Для медика-гуманитария это было особенно тяжело. Но управление оказалось проще. Первые полеты на симуляторе были сложными, но главное – не нервничать. Шаг за шагом становится лучше.

– Можете объяснить разницу между FPV и DJI системами для гражданских?

– FPV-дроны нуждаются в постоянном ручном контроле — если отпустить стики, дрон не зависнет, а упадет. Нужен постоянный микроконтроль. DJI системы, как мой Matrice 30T, имеют автостабилизацию – я набираю высоту левым стиком, и дрон сам ее держит. Но это не значит, что проще в боевых условиях.

FPV летают от первого лица через очки, быстрые и маневренные – для атак. DJI системы больше для разведки, корректировки, ретрансляции. Каждый имеет свое предназначение на поле боя.

– Сколько нужно тренироваться, чтобы стать асом?

– Зависит от человека и его желания. У FPV нет потолка развития – можно учиться бесконечно. Это понимание ландшафта, карты высот, куда долетишь и как опустишься. Микроконтроль приходит с постоянными тренировками.

– Какая история вас больше всего поразила?

– Однажды долго гонялись за врагом. Когда наш FPV уже нацелился на него, тот схватил поломанный Mavic и бросил в дрон! Промахнулся. Тогда бросил автомат – и сбил дрон! Мы все были в шоке. Но наконец его догнали другим дроном.

– Расскажите о работе с ретранслятором.

– Ретранслятор – большой дрон с антеннами для продления дальности действия FPV. Это критично важно при большой kill-зоне. Matrice работает на системе DJI – проще FPV, может сам стабилизироваться. Но есть своя специфика: нужно постоянно смотреть в одну точку, картинка не меняется. Надо изучить, куда достает ретранслятор, как не потерять FPV-дрон, как его «отловить».

– Как работает взаимодействие в экипаже во время боевых операций?

– Это командная работа. Весь экипаж следит за операцией – кто как может во время своей работы. Я могу посматривать на камеру FPV-пилота, держа свой дрон. Когда заходим на цель, у всех всплеск эмоций – не от радости убийства, а от понимания, что эта угроза больше не повредит нашим собратьям из пехоты или других подразделений. Становится немного легче осознания, что оно больше не причинит вреда.

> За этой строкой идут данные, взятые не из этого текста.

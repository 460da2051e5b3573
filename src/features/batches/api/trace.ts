import { queryOptions, useQuery } from '@tanstack/react-query'
import type { TraceLotOption, TraceResult } from '@shared/schemas/batches'
import { batchKeys } from '@/features/batches/api/batches'
import { api } from '@/lib/api-client'

export const traceLotsQuery = () =>
  queryOptions({
    queryKey: [...batchKeys.trace(), 'lots'] as const,
    queryFn: async () => (await api<{ items: TraceLotOption[] }>('/trace/ingredient-lots')).items,
    refetchOnMount: 'always',
  })

export const useTraceLots = () => useQuery(traceLotsQuery())

export const traceQuery = (lotId: number) =>
  queryOptions({
    queryKey: [...batchKeys.trace(), 'lot', lotId] as const,
    queryFn: async () => (await api<{ trace: TraceResult }>(`/trace/ingredient-lots/${lotId}`)).trace,
    refetchOnMount: 'always',
  })

export const useTrace = (lotId: number | null) =>
  useQuery({ ...traceQuery(lotId ?? 0), enabled: lotId !== null })

/** The CSV download is a plain link: the browser saves the attachment with the session cookie. */
export const traceCsvHref = (lotId: number) => `/api/trace/ingredient-lots/${lotId}.csv`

– Сколько женщин-пилотов в вашем подразделении?

– В нашей роте – трое. Разницы между мужчинами и женщинами в пилотировании нет. Все зависит от личностных качеств: скорости реакции, умения реагировать на критические ситуации. Лучше тот, у кого есть желание, умение и понимание процесса.

– Что бы вы посоветовали жителям стран Балтии для подготовки?

– Открывать школы FPV и других дронов. Двухнедельные курсы для взрослых – чтобы люди понимали, подходит ли это им. Кружки для детей – не для подготовки к войне, а для понимания технологий.

Моему брату всего семь, но он поражает своей смекалкой. Дети часто замечают то, чего взрослые не видят, – мыслят свободнее, предлагают нестандартные решения. Иногда, в определенных случаях именно ребенок способен придумать то, до чего не додумается опытный инженер. Поэтому нужно внимательнее слушать молодых – в их идеях нередко скрыты ответы, которых нам самим не хватает.